How to solve the problem of migrating Hadoop0.20.2 07/12 Update SLTechnology News&Howtos

How to solve the problem of migrating Hadoop0.20.2

2025-07-12 Update From: SLTechnology News&Howtos shulou NAV: SLTechnology News&Howtos > Development >

Shulou(Shulou.com)06/02 Report--

This article will give you a detailed explanation on how to solve the problem of migrating Hadoop0.20.2. The editor thinks it is very practical, so I share it with you for reference. I hope you can get something after reading this article.

1. Question:

It is also three months since the release of Hadoop0.20.2, and I have been using a version of Hadoop provided by http://www.cloudera.com/, which is also based on Hadoop0.18.3 because it is a relatively stable version. But recently, when I was using hypertable0.9.2.7, I found that HyperspaceCOMMalreadycommected always appeared in my local jni call. I checked the reason. I found that the COMM of hyperspace was occupied and the connection was wrong. I looked for it on the Internet. The author also said that there was this problem, and that it was not very difficult to modify it. I took a look at its source code, it was thrown by the socket link, and if I want to change it, I have to modify the code of the hyperspace module. Because the bottom layer of hyperspace uses oracle's berkeleydb, and I'm not very familiar with it, so I don't change it. I want to upgrade it directly to 0.9.3.1 to see if it has solved this problem, but I'm disappointed that it still hasn't solved this problem, and it has made a lot of changes on its thrift side. And the TableSplit of the hypertable table is also added to its thrift server, which is exactly what I want, hehe, this can also bypass the previous hyperspace problem, because it only generates a HypertableClient on the thrift server, so there will not be the problem of COMMconnected, and its Cell has also been changed a lot, using * Hadoop0.20.2. There is no way, to rise together, Hadoop0.18.3- > Hadoop0.20.2;hypertable0.9.2.7- > hypertable0.9.3.1, the original TableInputFomat and TableOutputFormat seem to be modified, so I have the following feelings.
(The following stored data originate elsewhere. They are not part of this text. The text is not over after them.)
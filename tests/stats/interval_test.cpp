// Percentile intervals against numpy.percentile's default (linear, Hyndman & Fan type 7).

#include "stipple/stats/interval.hpp"

#include <gtest/gtest.h>

#include "stipple/error.hpp"

namespace stipple {
namespace {

TEST(PercentileInterval, MatchesNumpyLinearPercentiles) {
  // numpy.percentile([1..10], [10, 90]) = [1.9, 9.1]; [2.5, 97.5] = [1.225, 9.775]
  // (h = (n - 1) q + 1 interpolated; from the method's definition, checked by hand).
  const std::vector<double> sample{10, 9, 8, 7, 6, 5, 4, 3, 2, 1};  // order does not matter
  const Interval eighty = percentile_interval(sample, 0.8);
  EXPECT_NEAR(eighty.lower, 1.9, 1e-12);
  EXPECT_NEAR(eighty.upper, 9.1, 1e-12);
  const Interval ninety_five = percentile_interval(sample, 0.95);
  EXPECT_NEAR(ninety_five.lower, 1.225, 1e-12);
  EXPECT_NEAR(ninety_five.upper, 9.775, 1e-12);
  const Interval one = percentile_interval({4.0}, 0.95);
  EXPECT_EQ(one.lower, 4.0);
  EXPECT_EQ(one.upper, 4.0);
}

TEST(PercentileInterval, RefusesEmptySamplesAndLevelsOutsideZeroOne) {
  EXPECT_THROW(static_cast<void>(percentile_interval({}, 0.95)), AnalysisError);
  try {
    static_cast<void>(percentile_interval({1, 2}, 1.5));
    FAIL() << "a level of 1.5 was accepted";
  } catch (const InputError& e) {
    EXPECT_STREQ(e.what(), "confidence must lie strictly between 0 and 1 (got 1.5)");
  }
}

}  // namespace
}  // namespace stipple
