double log_likelihood(const DistanceData& data, const DetectionModel& model, double w,
                      const std::vector<double>& theta) {
  const DetectionFunction f(model, natural_from_working(model, theta), w);
  if (data.binned()) {
    const double lo = data.bin_edges.front();
    const double total = f.integral(lo, data.bin_edges.back(), data.kind);
    if (!(total > 0.0) || !std::isfinite(total)) return -std::numeric_limits<double>::infinity();
    double ll = 0.0;
    for (std::size_t k = 0; k < data.bin_counts.size(); ++k) {
      if (data.bin_counts[k] == 0) continue;
      const double part = f.integral(data.bin_edges[k], data.bin_edges[k + 1], data.kind);
      if (!(part > 0.0)) return -std::numeric_limits<double>::infinity();
      ll += static_cast<double>(data.bin_counts[k]) * std::log(part / total);
    }
    return ll;
  }
  const double total = f.integral(0.0, w, data.kind);
  if (!(total > 0.0) || !std::isfinite(total)) return -std::numeric_limits<double>::infinity();
  double ll = -static_cast<double>(data.exact.size()) * std::log(total);
  for (const double x : data.exact) {
    const double gx = f.g(x);
    if (!(gx > 0.0)) return -std::numeric_limits<double>::infinity();
    ll += std::log(gx);
  }
  return ll;
}

double objective(unsigned n, const double* x, double* gradient, void* context) {
  (void)gradient;  // derivative-free algorithms only
  const auto* o = static_cast<const Objective*>(context);
  const std::vector<double> theta(x, x + n);
  const double ll = log_likelihood(*o->data, o->model, o->truncation, theta);
  return std::isfinite(ll) ? -ll : 1e300;
}

constexpr std::size_t monotone_grid = 50;

void monotone_constraints(unsigned m, double* result, unsigned n, const double* x, double* gradient, void* context) {
  (void)gradient;
  const auto* o = static_cast<const Objective*>(context);
  const DetectionFunction f(o->model, natural_from_working(o->model, std::vector<double>(x, x + n)), o->truncation);
  const double step = o->truncation / static_cast<double>(monotone_grid - 1);
  double previous = f.g(0.0);
  for (std::size_t k = 1; k < monotone_grid; ++k) {
    const double current = f.g(step * static_cast<double>(k));
    result[2 * (k - 1)] = current - previous;  // <= 0: non-increasing
    result[2 * (k - 1) + 1] = -current;        // <= 0: non-negative
    previous = current;
  }
  (void)m;
}

bool is_monotone(const DetectionFunction& f) {
  if (!std::isfinite(f.truncation_m())) return true;  // key-only: monotone by construction
  const double step = f.truncation_m() / static_cast<double>(monotone_grid - 1);
  double previous = f.g(0.0);
  for (std::size_t k = 1; k < monotone_grid; ++k) {
    const double current = f.g(step * static_cast<double>(k));
    if (current > previous + 1e-6 || current < -1e-9) return false;
    previous = current;
  }
  return true;
}

// Inverse of a small symmetric matrix by LU decomposition (Boost uBLAS); empty if singular.
std::vector<std::vector<double>> inverse(const std::vector<std::vector<double>>& a) {
  namespace ublas = boost::numeric::ublas;
  const std::size_t n = a.size();
  ublas::matrix<double> m(n, n);
  for (std::size_t i = 0; i < n; ++i)
    for (std::size_t j = 0; j < n; ++j) m(i, j) = a[i][j];
  ublas::permutation_matrix<std::size_t> perm(n);
  if (ublas::lu_factorize(m, perm) != 0) return {};
  ublas::matrix<double> inv = ublas::identity_matrix<double>(n);
  ublas::lu_substitute(m, perm, inv);
  std::vector<std::vector<double>> out(n, std::vector<double>(n));
  for (std::size_t i = 0; i < n; ++i) {
    for (std::size_t j = 0; j < n; ++j) {
      out[i][j] = inv(i, j);
      if (!std::isfinite(out[i][j])) return {};
    }
    if (!(out[i][i] > 0.0)) return {};
  }
  return out;
}

double scale_start(const DistanceData& data) {
  double sum = 0.0;
  double n = 0.0;
  if (data.binned()) {
    for (std::size_t k = 0; k < data.bin_counts.size(); ++k) {
      const double mid = 0.5 * (data.bin_edges[k] + data.bin_edges[k + 1]);
      sum += static_cast<double>(data.bin_counts[k]) * mid * mid;
      n += static_cast<double>(data.bin_counts[k]);
    }
  } else {
    for (const double x : data.exact) sum += x * x;
    n = static_cast<double>(data.exact.size());
  }
  const double ms = sum / std::max(1.0, n);
  const double s = std::sqrt(data.kind == TransectKind::line ? ms : ms / 2.0);
  return s > 0.0 ? s : 1.0;
}

}  // namespace

std::size_t DistanceData::size() const {
  if (!binned()) return exact.size();
  return static_cast<std::size_t>(std::accumulate(bin_counts.begin(), bin_counts.end(), std::uint64_t{0}));
}

std::string_view key_function_name(KeyFunction key) {
  switch (key) {
    case KeyFunction::half_normal: return "half-normal";
    case KeyFunction::hazard_rate: return "hazard-rate";
    case KeyFunction::uniform: return "uniform";
  }
  return "";
}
Some changes in 2.Hadoop0.20.2

The new version has changed a lot in terms of directory structure and API, no matter from 0.18 to 0.19, or from 0.19 to 0.20. It feels like modularity is getting stronger and clearer.

2.1 changes in directory structure

There are three main directories, core,hdfs,mapred.

◆ mainly extracts the original shared functions to core, including conf,fs,io,ipc,net,record and so on. Permissions similar to the unix directory have also been added.

◆ put hdfs into a separate directory, and extracted the configuration file of hdfs, called hdfs-default.xml, in which the hdfs directory is divided into protocol, providing some client-side communication protocols, as well as server and tools directories, in which the server directory is divided into balancer,common,datanode,namenode,protocol, where the protocol directory provides communication protocols between DataNode and NameNode, as well as communication protocols between DataNode.

◆ also isolated mapred, and also extracted the configuration file of mapred, put it into mapred-default.xml, it also has two subdirectories, one is mapred, in which there are some core classes of mapreduce and some classes of Deprecated for backward compatibility, but these interfaces and classes are generally not recommended. Another directory is the mapreduce directory, where there are some external abstract classes and interfaces for extension according to your own needs. There is a directory called lib in this directory, which provides some common input,output,map,reduce methods provided by the framework.

Changes in 2.2API

In Hadoop0.20.2, the change of API is also great, mainly turning some interfaces into abstract classes, in order to improve the scalability, do some refactoring, the change is still quite big. Here is an example to illustrate the changes here.

An example of 2.2.1Hadoop

This is an example of WordCount in Hadoop, from which you can find changes in the interface between Map and Reduce, as well as changes in JobClient.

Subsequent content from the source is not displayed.